* EXERCISE *
Scan the lines below for "periodic" and copy the matches.

* DATA EXTRACTS *
────────────────────────────────────────
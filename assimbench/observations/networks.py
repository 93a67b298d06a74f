"""Observation networks: which variables are observed, how often, through what and with what error.

Today one network family: every ``stride``-th resolved variable, every
``interval`` model time units, through an elementwise ``transform``, with
independent errors of standard deviation ``error_std`` (R = error_std^2 I,
a traced setting). The group's options (``every_station``,
``every_other_station``) are presets of this one spec.
"""

from dataclasses import dataclass

from assimbench.config.spec import NetworkSpec, NodeChecks
from assimbench.observations.operators import TRANSFORMS, every_kth


@dataclass
class ObservationConfig:
    """Observe every ``stride``-th variable every ``interval`` model time units.

    y = f(H truth) + N(0, error_std^2 I) with f given by ``transform``
    (identity, absolute or square); ``interval`` must be a whole multiple of
    ``model.dt``. The default is the demo's: every station of the ring every
    six hours (0.05 model time units) with unit error.
    """

    interval: float = 0.05
    stride: int = 1
    error_std: float = 1.0
    transform: str = "identity"


def _check(c: NodeChecks, resolved: int) -> None:
    allowed = f"an integer from 1 to the observable state size {resolved}"
    c.integer("stride", 1, allowed, maximum=resolved)
    c.real("error_std", "a finite standard deviation > 0", minimum=0.0)
    if c.node.transform not in TRANSFORMS:
        c.fail("transform", c.node.transform, "one of " + ", ".join(TRANSFORMS))


SPEC = NetworkSpec(
    name="stride",
    schema=ObservationConfig,
    build=lambda node, resolved: every_kth(resolved, int(node.stride), str(node.transform)),
    check=_check,
    traced=("error_std",),
)
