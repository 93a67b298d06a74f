"""ETDRK4: the fourth-order exponential time-differencing Runge-Kutta scheme, as data.

For u_t = L u + N(u) with L diagonal in the real-FFT modes (a periodic
pseudo-spectral model), one step of Cox & Matthews (2002, J. Comput. Phys.
176) in the stable form of Kassam & Trefethen (2005, SIAM J. Sci. Comput. 26,
eq. 2.5 and Sec. 5). The scheme is its coefficients plus the model's N; the
Runge-Kutta tableaux of :mod:`assimbench.integrators` play the same role for
explicit steps.
"""

from typing import NamedTuple

import jax
import jax.numpy as jnp
import numpy as np


class ETDRK4Coefficients(NamedTuple):
    """Constants of one ETDRK4 step for rfft modes (Kassam & Trefethen 2005, eq. 2.5 and Sec. 5).

    For linear part L (diagonal in Fourier space) and step h: e = exp(hL),
    e_half = exp(hL/2), q = h phi_1(hL/2)-type weight of the half steps, and
    f1, f2, f3 the weights of the final combination. All (modes,).
    """

    e: jax.Array
    e_half: jax.Array
    q: jax.Array
    f1: jax.Array
    f2: jax.Array
    f3: jax.Array


def etdrk4_coefficients(linear: np.ndarray, h: float, contour_points: int = 32) -> ETDRK4Coefficients:
    """ETDRK4 weights by the contour-integral average of Kassam & Trefethen (2005, Sec. 5).

    The phi-functions (e^z - 1)/z and their higher cousins cancel badly for
    small |z|; averaging them over points on a circle of radius 1 around each
    z = hL evaluates them to full precision. With real L the circle's upper
    half suffices (take the real part): points exp(i pi (m - 1/2) / M).
    """
    roots = np.exp(1j * np.pi * (np.arange(1, contour_points + 1) - 0.5) / contour_points)
    lr = h * linear[:, None] + roots[None, :]
    q = h * np.real(np.mean((np.exp(lr / 2) - 1) / lr, axis=1))
    f1 = h * np.real(np.mean((-4 - lr + np.exp(lr) * (4 - 3 * lr + lr**2)) / lr**3, axis=1))
    f2 = h * np.real(np.mean((2 + lr + np.exp(lr) * (-2 + lr)) / lr**3, axis=1))
    f3 = h * np.real(np.mean((-4 - 3 * lr - lr**2 + np.exp(lr) * (4 - lr)) / lr**3, axis=1))
    return ETDRK4Coefficients(*(jnp.asarray(v) for v in (np.exp(h * linear), np.exp(h * linear / 2), q, f1, f2, f3)))


def make_etdrk4_step(c: ETDRK4Coefficients, nonlinear, size: int):
    """``step(u, params) -> u(t + h)`` on the periodic last axis of ``size`` points; ``nonlinear(v)``
    is N in Fourier space (rfft modes in, rfft modes out)."""

    def step(u, params):
        del params
        v = jnp.fft.rfft(u, axis=-1)
        nv = nonlinear(v)
        a = c.e_half * v + c.q * nv
        na = nonlinear(a)
        b = c.e_half * v + c.q * na
        nb = nonlinear(b)
        cc = c.e_half * a + c.q * (2 * nb - nv)
        nc = nonlinear(cc)
        v = c.e * v + nv * c.f1 + 2 * (na + nb) * c.f2 + nc * c.f3
        return jnp.fft.irfft(v, n=size, axis=-1)

    return step
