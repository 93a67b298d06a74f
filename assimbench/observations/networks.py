"""Observation networks: which variables are observed, how often, through what and with what error.

Every ``stride``-th resolved variable, or ``stations`` at any grid positions
(linear interpolation between grid points), every ``interval`` model time
units, through an elementwise ``transform``, with errors of standard
deviation ``error_std`` (a traced setting) times per-station factors,
correlated over ``correlation_length`` grid units (traced; 0: independent)
with a ``correlation_shape``. The group's options (``every_station``,
``every_other_station``) are presets of this one spec.

The filter may assume other errors than the truth's: the ``assumed`` node
(:class:`AssumedErrorsConfig`) gives the filter's own error_std,
correlation length and shape, and factors; each null key is the truth's.
"""

import math
from dataclasses import dataclass
from typing import Any

import numpy as np
from omegaconf import OmegaConf

from assimbench.config.spec import NetworkSpec, NodeChecks
from assimbench.observations.operators import CORRELATION_SHAPES, TRANSFORMS, at_stations, every_kth
from assimbench.observations.outages import outage_schedule


@dataclass
class ObservationConfig:
    """Observe every ``stride``-th variable every ``interval`` model time units.

    y = f(H truth) + N(0, error_std^2 I) with f given by ``transform``
    (identity, absolute or square); ``interval`` must be a whole multiple of
    ``model.dt``. The default is the demo's: every station of the ring every
    six hours (0.05 model time units) with unit error. ``stations``, a list of
    grid positions in [0, n) (fractions between grid points on a ring), replaces
    the stride; so do ``random_stations`` (a count drawn once from
    ``subset_seed``), ``block`` ([first, count] consecutive grid points) and
    ``station_file`` (CSV or YAML of position, error_std), each written out as
    the station list before anything reads it
    (:mod:`assimbench.observations.station_rules`). ``error_factors``, one per
    station, make the errors unequal:
    station i's standard deviation is error_std x error_factors[i].
    ``correlation_length`` L > 0 (grid units) correlates the errors,
    R_ij = sigma_i sigma_j rho(d_ij / L) with d_ij the ring distance and rho
    ``exponential`` (exp(-d/L)) or ``gaussian`` (exp(-d^2 / (2 L^2))).
    A station is out in a cycle with probability ``outage_probability``, in
    spells of ``outage_spell`` cycles on average (0: drawn afresh every
    cycle); ``outage_schedule`` lists blocks {first_cycle, last_cycle,
    stations: [station numbers from 0]} out on top
    (:mod:`assimbench.observations.outages`).
    """

    interval: float = 0.05
    stride: int = 1
    stations: list[float] | None = None
    random_stations: int | None = None
    subset_seed: int = 0
    block: list[int] | None = None
    station_file: str | None = None
    error_factors: list[float] | None = None
    error_std: float = 1.0
    correlation_length: float = 0.0
    correlation_shape: str = "exponential"
    outage_probability: float = 0.0
    outage_spell: float = 0.0
    outage_schedule: list[Any] | None = None
    transform: str = "identity"


@dataclass
class AssumedErrorsConfig:
    """The observation errors the filter assumes, R_f (null: the truth's value of that key), so a run can
    study a misspecified R: a wrong error_std, other factors, independent errors (correlation_length 0)
    when the truth's are correlated, or another shape."""

    error_std: float | None = None
    correlation_length: float | None = None
    correlation_shape: str | None = None
    error_factors: list[float] | None = None


ASSUMED_KEYS = ("error_std", "correlation_length", "correlation_shape", "error_factors")
# The assumed keys a lane may sweep (lanes.assumed.error_std=[...]): the filter's traced view of R.
ASSUMED_TRACED = ("error_std", "correlation_length")


def _check(c: NodeChecks, truth) -> None:
    """Ranges of the network's keys; ``truth`` the facts of the truth model (ModelFacts)."""
    resolved = truth.resolved
    allowed = f"an integer from 1 to the observable state size {resolved}"
    c.integer("stride", 1, allowed, maximum=resolved)
    c.real("error_std", "a finite standard deviation > 0", minimum=0.0)
    if c.node.transform not in TRANSFORMS:
        c.fail("transform", c.node.transform, "one of " + ", ".join(TRANSFORMS))
    if c.node.stations is not None:
        _check_stations(c, truth)
    if c.node.error_factors is not None:
        _check_error_factors(c, truth)
    _check_correlation(c, truth, c.node)
    _check_outages(c, truth)


def station_count(node, resolved: int) -> int:
    """The network's number of stations (``node``: the observation node, or its plain dict)."""
    stations = node.get("stations")
    return len(stations) if stations is not None else -(-resolved // int(node.get("stride", 1)))


def rms_error(error_std, factors) -> float:
    """The stations' root-mean-square error std: error_std, times sqrt(mean(factors^2)) with factors."""
    if factors is None:
        return float(error_std)
    return float(error_std) * float(np.sqrt(np.mean(np.square(np.asarray(list(factors), dtype=float)))))


def _check_outages(c: NodeChecks, truth) -> None:
    q = c.in_range("outage_probability", 0.0, 1.0, "a probability from 0 to 1")
    spell = c.real("outage_spell", "0 (outages drawn afresh every cycle) or a mean spell >= 1 cycle",
                   minimum=0.0, strict=False)
    if spell != 0 and (spell < 1 or (q < 1 and spell < q / (1 - q))):
        least = max(1.0, q / (1 - q)) if q < 1 else 1.0
        c.fail("outage_spell", spell, f"0, or at least {least:g} cycles: a station out a share {q:g} of the time "
                                      "cannot have shorter spells")
    blocks = c.node.outage_schedule
    if blocks is None:
        return
    count = station_count(c.node, truth.resolved)
    form = ("allowed are blocks {first_cycle: k1, last_cycle: k2, stations: [numbers]} with whole cycles "
            f"1 <= k1 <= k2 and station numbers from 0 to {count - 1}, each once")
    shown = _shown(blocks)
    whole = lambda v: isinstance(v, int) and not isinstance(v, bool)
    for number, block in enumerate(blocks, start=1):
        where = f"block {number}"
        if not hasattr(block, "keys"):
            c.fail("outage_schedule", shown, f"{where} is not a {{...}} mapping: {form}")
        keys = set(block.keys())
        if keys != {"first_cycle", "last_cycle", "stations"}:
            missing, extra = {"first_cycle", "last_cycle", "stations"} - keys, keys - {"first_cycle", "last_cycle",
                                                                                      "stations"}
            said = ", ".join([f"lacks {k}" for k in sorted(missing)] + [f"has unknown key {k}" for k in sorted(extra)])
            c.fail("outage_schedule", shown, f"{where} {said}: {form}")
        first, last, stations = block["first_cycle"], block["last_cycle"], block["stations"]
        if not (whole(first) and whole(last)) or first < 1:
            c.fail("outage_schedule", shown, f"{where} has cycles {first}..{last}, not whole cycles from 1: {form}")
        if first > last:
            c.fail("outage_schedule", shown, f"{where} ends (cycle {last}) before it starts (cycle {first}): {form}")
        if not hasattr(stations, "__len__") or isinstance(stations, str) or not stations:
            c.fail("outage_schedule", shown, f"{where} lists no station: {form}")
        bad = [i for i in stations if not (whole(i) and 0 <= i < count)]
        if bad:
            c.fail("outage_schedule", shown, f"{where} has station {bad[0]}, not a station number: {form}")
        if len(set(stations)) != len(stations):
            c.fail("outage_schedule", shown, f"{where} lists a station twice: {form}")


def _shown(value) -> str:
    plain = OmegaConf.to_container(value) if OmegaConf.is_config(value) else value
    return str(plain).replace("'", "").replace(" ", "")


def _check_correlation(c: NodeChecks, truth, network) -> None:
    """correlation_length >= 0 on a ring model, a known shape, and an R that is positive definite
    (``network``: the observation node whose stations R is built on)."""
    length = c.real("correlation_length", "a finite length >= 0 in grid units (0: independent errors)",
                    minimum=0.0, strict=False)
    if c.node.correlation_shape not in CORRELATION_SHAPES:
        c.fail("correlation_shape", c.node.correlation_shape, "one of " + ", ".join(CORRELATION_SHAPES))
    if length == 0:
        return
    if not truth.ring:
        c.fail("correlation_length", length, f"0: {truth.name} has no distance between variables")
    operator = _build(network, truth.resolved)._replace(correlation_shape=str(c.node.correlation_shape))
    correlation = np.asarray(operator.error_correlation({operator.error_section: {"correlation_length": length}}))
    spectrum = np.linalg.eigvalsh(correlation)
    smallest = float(spectrum[0])
    # Relative to the largest eigenvalue: below this the Cholesky factor loses most of its digits.
    if smallest <= 1e-10 * float(spectrum[-1]):
        c.fail("correlation_length", length, f"a length whose R is positive definite: with the "
               f"{c.node.correlation_shape} shape on these {operator.size} stations the correlation matrix's "
               f"smallest eigenvalue is {smallest:.2g} (use a shorter length or the exponential shape)")


def check_assumed(assumed, observation, truth) -> None:
    """The ``assumed`` node's keys (each null, or a value allowed for the network's key of that name)."""
    c = NodeChecks(assumed, "assumed")
    if assumed.error_std is not None:
        c.real("error_std", "a finite standard deviation > 0, or null for the truth's", minimum=0.0)
    if assumed.error_factors is not None:
        _check_error_factors(NodeChecks(_merged(assumed, observation), "assumed"), truth)
    if assumed.correlation_length is not None or assumed.correlation_shape is not None:
        _check_correlation(NodeChecks(_merged(assumed, observation), "assumed"), truth, observation)


def _merged(assumed, observation):
    """The observation node with the assumed keys that are set (for the network's checks)."""
    merged = OmegaConf.to_container(observation)
    merged.update({key: assumed[key] for key in ASSUMED_KEYS if assumed[key] is not None})
    return OmegaConf.create(merged)


def assumed_settings(assumed, observation) -> dict:
    """settings["assumed"]: the filter's error_std and correlation_length, each the truth's where null."""
    return {key: float(observation[key] if assumed[key] is None else assumed[key]) for key in ASSUMED_TRACED}


def filter_view(operator, assumed, observation):
    """The network as the filter sees it: ``operator`` itself when ``assumed`` sets nothing, else with
    the assumed factors and correlation, reading settings["assumed"]."""
    if all(assumed[key] is None for key in ASSUMED_KEYS):
        return operator
    merged = _merged(assumed, observation)
    factors = None if merged.error_factors is None else np.asarray(list(merged.error_factors), dtype=np.float64)
    shape = str(merged.correlation_shape) if float(merged.correlation_length) > 0 else None
    return operator._replace(error_factors=factors, correlation_shape=shape, error_section="assumed")


def _numbers(c: NodeChecks, key: str) -> list:
    """The list ``key`` holds, each entry a number (a nested list or a word is refused)."""
    values = list(c.node[key])
    if any(isinstance(v, bool) or not isinstance(v, (int, float)) for v in values):
        c.fail(key, str(c.node[key]), "a flat list of numbers")
    return values


def _check_error_factors(c: NodeChecks, truth) -> None:
    factors = _numbers(c, "error_factors")
    shown = "[" + ",".join(f"{f:g}" for f in factors) + "]"
    count = station_count(c.node, truth.resolved)
    if len(factors) != count:
        c.fail("error_factors", shown, f"one factor per station: {count} here, got {len(factors)}")
    for f in factors:
        if not math.isfinite(f) or f <= 0:
            c.fail("error_factors", shown, f"finite factors > 0 (each station's error std over {c.name('error_std')})")


def _check_stations(c: NodeChecks, truth) -> None:
    stations = _numbers(c, "stations")
    shown = "[" + ",".join(f"{q:g}" for q in stations) + "]"
    if int(c.node.stride) != 1:
        c.fail("stride", c.node.stride, f"1 when {c.name('stations')} is given (a station list replaces the stride; "
                                             "leave out stride presets such as observation=every_other_station)")
    if not stations:
        c.fail("stations", shown, "a list of at least one grid position")
    within = f"grid positions from 0 to below the observable state size {truth.resolved}"
    for q in stations:
        if not math.isfinite(q) or q < 0 or q >= truth.resolved:
            c.fail("stations", shown, f"{within}; {q:g} is not")
        if q != int(q) and not truth.ring:
            c.fail("stations", shown, f"whole grid positions: {truth.name} has no distance between variables, so "
                                      f"{q:g} cannot lie between two grid points")
    if len(set(stations)) != len(stations):
        c.fail("stations", shown, "each position once (a repeated station would share its noise)")


def _build(node, resolved: int):
    if node.stations is None:
        operator = every_kth(resolved, int(node.stride), str(node.transform))
    else:
        operator = at_stations(resolved, list(node.stations), str(node.transform))
    if float(node.get("correlation_length", 0.0)) > 0:
        operator = operator._replace(correlation_shape=str(node.correlation_shape))
    blocks = node.get("outage_schedule")
    if float(node.get("outage_probability", 0.0)) > 0 or blocks:
        plain = OmegaConf.to_container(blocks) if OmegaConf.is_config(blocks) else blocks
        operator = operator._replace(outages=True, schedule=outage_schedule(plain, operator.size))
    if node.error_factors is None:
        return operator
    return operator._replace(error_factors=np.asarray(list(node.error_factors), dtype=np.float64))


SPEC = NetworkSpec(
    name="stride",
    schema=ObservationConfig,
    build=_build,
    check=_check,
    traced=("error_std", "correlation_length", "outage_probability", "outage_spell"),
)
────────────────────────────────────────
* ANSWER SPACE *
For u_t = L u + N(u) with L diagonal in the real-FFT modes (a periodic
    """``step(u, params) -> u(t + h)`` on the periodic last axis of ``size`` points; ``nonlinear(v)``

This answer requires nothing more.